• Problem to work on: The records that follow should be retyped word for word.

● ● ● ● ● ● ●

/**
 * What rounding does to one evaluation of an expression tree in a float format, for every argument in an interval.
 * Each operation rounds to nearest: computed = exact op (computed operands) + d, |d| at most half an ulp of the result's binade
 * (Higham, Accuracy and Stability of Numerical Algorithms, ch. 2 and 3, cited from memory). Bounds are carried as doubles rounded up.
 *
 * Contraction: a sum with a product in it may be computed with one rounding less. The bound of the uncontracted evaluation covers that,
 * since it only drops a rounding whose bound stays in the sum; the tests hold it against both.
 */
import type { Expression } from '../expression/index.ts';
import { Q } from '../expression/index.ts';
import { Declined } from '../outcome.ts';
import { type Interval, interval } from '../rigorous/index.ts';
import { type FloatFormat, isRepresentable } from './format.ts';

export interface RoundedValue {
  /** Encloses the exact value of the tree (exact operations on the exact argument). */
  readonly exact: Interval;
  /** |computed - exact| at most this, where nothing overflows. */
  readonly absolute: number;
  /** |computed - exact| <= relative * |exact| wherever |exact| >= relativeFrom; Infinity where no such bound is known. */
  readonly relative: number;
  /** 0 where underflow cannot spoil the relative bound. */
  readonly relativeFrom: number;
}

/** What is known before the result is rounded. */
type Unrounded = RoundedValue;

const { up } = interval;
const addUp = (a: number, b: number): number => (a === 0 ? b : b === 0 ? a : up(a + b));
const mulUp = (a: number, b: number): number => (a === 0 || b === 0 ? 0 : up(a * b));

/** Half an ulp at the largest magnitude that a result can have; 0 for a result that is always 0. */
function halfUlp(magnitude: number, format: FloatFormat): number {
  if (magnitude === 0) return 0;
  let e = Math.max(Math.floor(Math.log2(magnitude)), format.emin);
  // The logarithm is only a guess: settle it by exact powers of two.
  while (2 ** (e + 1) <= magnitude) e += 1;
  while (e > format.emin && 2 ** e > magnitude) e -= 1;
  // Half of the smallest subnormal double is no double: round it up.
  return Math.max(2 ** (e - format.precision), Number.MIN_VALUE);
}

/** Rounding of a result: absolute part by binade (it covers underflow), relative part u for results of normal size. */
function rounded({ exact, absolute, relative, relativeFrom }: Unrounded, format: FloatFormat): RoundedValue {
  const magnitude = addUp(interval.size(exact), absolute);
  const limit = 2 ** format.emax * (2 - 2 ** (1 - format.precision));
  if (!(magnitude <= limit)) throw new Declined('bad-request', `The evaluation can overflow ${format.name} on this interval; take a smaller interval.`);
  const u = 2 ** -format.precision;
  const total = addUp(absolute, halfUlp(magnitude, format));
  const viaAbsolute = interval.leastSize(exact) > 0 ? up(total / interval.leastSize(exact)) : Infinity;
  const viaRelative = relative < 0.5 ? addUp(addUp(relative, u), mulUp(relative, u)) : Infinity;
  if (viaAbsolute <= viaRelative) return { exact, absolute: total, relative: viaAbsolute, relativeFrom: 0 };
  // Twice the smallest normal number: the computed result is then normal too.
  return { exact, absolute: total, relative: viaRelative, relativeFrom: Math.max(relativeFrom, 2 ** (format.emin + 1)) };
}

function unroundedProduct(a: RoundedValue, b: RoundedValue, exact: Interval): Unrounded {
  const absolute = addUp(addUp(mulUp(interval.size(a.exact), b.absolute), mulUp(interval.size(b.exact), a.absolute)), mulUp(a.absolute, b.absolute));
  const relative = a.relative === Infinity || b.relative === Infinity ? Infinity : addUp(addUp(a.relative, b.relative), mulUp(a.relative, b.relative));
  // |ab| >= r implies |a| >= r / max|b|.
  return { exact, absolute, relative, relativeFrom: Math.max(mulUp(a.relativeFrom, interval.size(b.exact)), mulUp(b.relativeFrom, interval.size(a.exact))) };
}

function unroundedSum(a: RoundedValue, b: RoundedValue): Unrounded {
  const exact = interval.add(a.exact, b.exact);
  const absolute = addUp(a.absolute, b.absolute);
  // Same signs: the relative error of a sum is at most the larger of the two, where both bounds hold without condition.
  const sameSign = (a.exact.lo >= 0 && b.exact.lo >= 0) || (a.exact.hi <= 0 && b.exact.hi <= 0);
  const known = sameSign && a.relativeFrom === 0 && b.relativeFrom === 0;
  return { exact, absolute, relative: known ? Math.max(a.relative, b.relative) : Infinity, relativeFrom: 0 };
}

/** Multiplying by one or minus one rounds nothing. */
const isExactFactor = (e: Expression): boolean => e.kind === 'number' && Q.isOne(Q.absolute(e.value));

/**
 * Bounds for the value and the rounding error of the tree, the argument being any float of `argument`. Sums and products are taken from left to right, two at a time, as code does.
 * Allowed nodes: the symbol `variable` (an exact float), numbers of the format, sums, products, quotients, negations, integer powers written as products, fma calls, square roots.
 */
export function evaluationError(tree: Expression, variable: string, argument: Interval, format: FloatFormat): RoundedValue {
  const visit = (e: Expression): RoundedValue => {
    switch (e.kind) {
      case 'symbol':
        if (e.name !== variable) throw new Declined('bad-request', `The symbol ${e.name} has no value here.`);
        return { exact: argument, absolute: 0, relative: 0, relativeFrom: 0 };
      case 'number':
        if (!isRepresentable(e.value, format)) throw new Declined('bad-request', 'A coefficient is not a number of the format.');
        return { exact: interval.fromRational(e.value), absolute: 0, relative: 0, relativeFrom: 0 };
      case 'negation': {
        const inner = visit(e.operand);
        return { ...inner, exact: interval.negate(inner.exact) };
      }
      case 'sum':
        return e.terms.map(visit).reduce((a, b) => rounded(unroundedSum(a, b), format));
      case 'product': {
        const [first, ...rest] = e.factors;
        if (!first) throw new Declined('bad-request', 'An empty product has no evaluation.');
        let left = { value: visit(first), node: first };
        for (const node of rest) {
          const value = visit(node);
          const same = left.node.kind === 'symbol' && node.kind === 'symbol' && left.node.name === node.name;
          const exact = same ? interval.square(left.value.exact) : interval.multiply(left.value.exact, value.exact);
          const whole = unroundedProduct(left.value, value, exact);
          left = { value: isExactFactor(node) || isExactFactor(left.node) ? whole : rounded(whole, format), node: e };
        }
        return left.value;
      }
      case 'quotient': {
        const [a, b] = [visit(e.numerator), visit(e.denominator)];
        const exact = interval.divide(a.exact, b.exact);
        const least = interval.leastSize(b.exact) - b.absolute;
        if (!exact || !(least > 0)) throw new Declined('bad-request', 'A divisor can be zero on this interval.');
        const absolute = up(addUp(a.absolute, mulUp(interval.size(exact), b.absolute)) / interval.down(least));
        const unconditional = a.relativeFrom === 0 && b.relativeFrom === 0 && b.relative < 1 && a.relative !== Infinity;
        const relative = unconditional ? up(addUp(a.relative, b.relative) / interval.down(1 - b.relative)) : Infinity;
        return rounded({ exact, absolute, relative, relativeFrom: 0 }, format);
      }
      case 'call': {
        const [x, y, z] = e.args.map(visit);
        if (e.function === 'fma' && x && y && z) {
          const inner = unroundedProduct(x, y, interval.multiply(x.exact, y.exact));
          return rounded(unroundedSum(inner, z), format);
        }
        throw new Declined('bad-request', `The call of ${e.function} is not part of a polynomial.`);
      }
      default:
        throw new Declined('bad-request', 'Only sums, products and quotients of floats can be bounded.');
    }
  };
  return visit(tree);
}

● ● ● ● ● ● ●

• Response to this exercise:
/**
 * What rounding does to one evaluation of an expression tree in a float format, for every argument in an interval.
 * Each operation rounds to nearest: computed = exact op (computed operands) + d, |d| at most half an ulp of the result's binade
 * (Higham, Accuracy and Stability of Numerical Algorithms, ch. 2 and 3, cited from memory). Bounds are carried as doubles rounded up.
 *
 * Contraction: a sum with a product in it may be computed with one rounding less. The bound of the uncontracted evaluation covers that,
 * since it only drops a rounding whose bound stays in the sum; the tests hold it against both.
 */
import type { Expression } from '../expression/index.ts';
import { Q } from '../expression/index.ts';
import { Declined } from '../outcome.ts';
import { type Interval, interval } from '../rigorous/index.ts';
import { type FloatFormat, isRepresentable } from './format.ts';

export interface RoundedValue {
  /** Encloses the exact value of the tree (exact operations on the exact argument). */
  readonly exact: Interval;
  /** |computed - exact| at most this, where nothing overflows. */
  readonly absolute: number;
  /** |computed - exact| <= relative * |exact| wherever |exact| >= relativeFrom; Infinity where no such bound is known. */
  readonly relative: number;
  /** 0 where underflow cannot spoil the relative bound. */
  readonly relativeFrom: number;
}

/** What is known before the result is rounded. */
type Unrounded = RoundedValue;

const { up } = interval;
const addUp = (a: number, b: number): number => (a === 0 ? b : b === 0 ? a : up(a + b));
const mulUp = (a: number, b: number): number => (a === 0 || b === 0 ? 0 : up(a * b));

/** Half an ulp at the largest magnitude that a result can have; 0 for a result that is always 0. */
function halfUlp(magnitude: number, format: FloatFormat): number {
  if (magnitude === 0) return 0;
  let e = Math.max(Math.floor(Math.log2(magnitude)), format.emin);
  // The logarithm is only a guess: settle it by exact powers of two.
  while (2 ** (e + 1) <= magnitude) e += 1;
  while (e > format.emin && 2 ** e > magnitude) e -= 1;
  // Half of the smallest subnormal double is no double: round it up.
  return Math.max(2 ** (e - format.precision), Number.MIN_VALUE);
}

/** Rounding of a result: absolute part by binade (it covers underflow), relative part u for results of normal size. */
function rounded({ exact, absolute, relative, relativeFrom }: Unrounded, format: FloatFormat): RoundedValue {
  const magnitude = addUp(interval.size(exact), absolute);
  const limit = 2 ** format.emax * (2 - 2 ** (1 - format.precision));
  if (!(magnitude <= limit)) throw new Declined('bad-request', `The evaluation can overflow ${format.name} on this interval; take a smaller interval.`);
  const u = 2 ** -format.precision;
  const total = addUp(absolute, halfUlp(magnitude, format));
  const viaAbsolute = interval.leastSize(exact) > 0 ? up(total / interval.leastSize(exact)) : Infinity;
  const viaRelative = relative < 0.5 ? addUp(addUp(relative, u), mulUp(relative, u)) : Infinity;
  if (viaAbsolute <= viaRelative) return { exact, absolute: total, relative: viaAbsolute, relativeFrom: 0 };
  // Twice the smallest normal number: the computed result is then normal too.
  return { exact, absolute: total, relative: viaRelative, relativeFrom: Math.max(relativeFrom, 2 ** (format.emin + 1)) };
}

function unroundedProduct(a: RoundedValue, b: RoundedValue, exact: Interval): Unrounded {
  const absolute = addUp(addUp(mulUp(interval.size(a.exact), b.absolute), mulUp(interval.size(b.exact), a.absolute)), mulUp(a.absolute, b.absolute));
  const relative = a.relative === Infinity || b.relative === Infinity ? Infinity : addUp(addUp(a.relative, b.relative), mulUp(a.relative, b.relative));
  // |ab| >= r implies |a| >= r / max|b|.
  return { exact, absolute, relative, relativeFrom: Math.max(mulUp(a.relativeFrom, interval.size(b.exact)), mulUp(b.relativeFrom, interval.size(a.exact))) };
}

function unroundedSum(a: RoundedValue, b: RoundedValue): Unrounded {
  const exact = interval.add(a.exact, b.exact);
  const absolute = addUp(a.absolute, b.absolute);
  // Same signs: the relative error of a sum is at most the larger of the two, where both bounds hold without condition.
  const sameSign = (a.exact.lo >= 0 && b.exact.lo >= 0) || (a.exact.hi <= 0 && b.exact.hi <= 0);
  const known = sameSign && a.relativeFrom === 0 && b.relativeFrom === 0;
  return { exact, absolute, relative: known ? Math.max(a.relative, b.relative) : Infinity, relativeFrom: 0 };
}

/** Multiplying by one or minus one rounds nothing. */
const isExactFactor = (e: Expression): boolean => e.kind === 'number' && Q.isOne(Q.absolute(e.value));

/**
 * Bounds for the value and the rounding error of the tree, the argument being any float of `argument`. Sums and products are taken from left to right, two at a time, as code does.
 * Allowed nodes: the symbol `variable` (an exact float), numbers of the format, sums, products, quotients, negations, integer powers written as products, fma calls, square roots.
 */
export function evaluationError(tree: Expression, variable: string, argument: Interval, format: FloatFormat): RoundedValue {
  const visit = (e: Expression): RoundedValue => {
    switch (e.kind) {
      case 'symbol':
        if (e.name !== variable) throw new Declined('bad-request', `The symbol ${e.name} has no value here.`);
        return { exact: argument, absolute: 0, relative: 0, relativeFrom: 0 };
      case 'number':
        if (!isRepresentable(e.value, format)) throw new Declined('bad-request', 'A coefficient is not a number of the format.');
        return { exact: interval.fromRational(e.value), absolute: 0, relative: 0, relativeFrom: 0 };
      case 'negation': {
        const inner = visit(e.operand);
        return { ...inner, exact: interval.negate(inner.exact) };
      }
      case 'sum':
        return e.terms.map(visit).reduce((a, b) => rounded(unroundedSum(a, b), format));
      case 'product': {
        const [first, ...rest] = e.factors;
        if (!first) throw new Declined('bad-request', 'An empty product has no evaluation.');
        let left = { value: visit(first), node: first };
        for (const node of rest) {
          const value = visit(node);
          const same = left.node.kind === 'symbol' && node.kind === 'symbol' && left.node.name === node.name;
          const exact = same ? interval.square(left.value.exact) : interval.multiply(left.value.exact, value.exact);
          const whole = unroundedProduct(left.value, value, exact);
          left = { value: isExactFactor(node) || isExactFactor(left.node) ? whole : rounded(whole, format), node: e };
        }
        return left.value;
      }
      case 'quotient': {
        const [a, b] = [visit(e.numerator), visit(e.denominator)];
        const exact = interval.divide(a.exact, b.exact);
        const least = interval.leastSize(b.exact) - b.absolute;
        if (!exact || !(least > 0)) throw new Declined('bad-request', 'A divisor can be zero on this interval.');
        const absolute = up(addUp(a.absolute, mulUp(interval.size(exact), b.absolute)) / interval.down(least));
        const unconditional = a.relativeFrom === 0 && b.relativeFrom === 0 && b.relative < 1 && a.relative !== Infinity;
        const relative = unconditional ? up(addUp(a.relative, b.relative) / interval.down(1 - b.relative)) : Infinity;
        return rounded({ exact, absolute, relative, relativeFrom: 0 }, format);
      }
      case 'call': {
        const [x, y, z] = e.args.map(visit);
        if (e.function === 'fma' && x && y && z) {
          const inner = unroundedProduct(x, y, interval.multiply(x.exact, y.exact));
          return rounded(unroundedSum(inner, z), format);
        }
        throw new Declined('bad-request', `The call of ${e.function} is not part of a polynomial.`);
      }
      default:
        throw new Declined('bad-request', 'Only sums, products and quotients of floats can be bounded.');
    }
  };
  return visit(tree);
}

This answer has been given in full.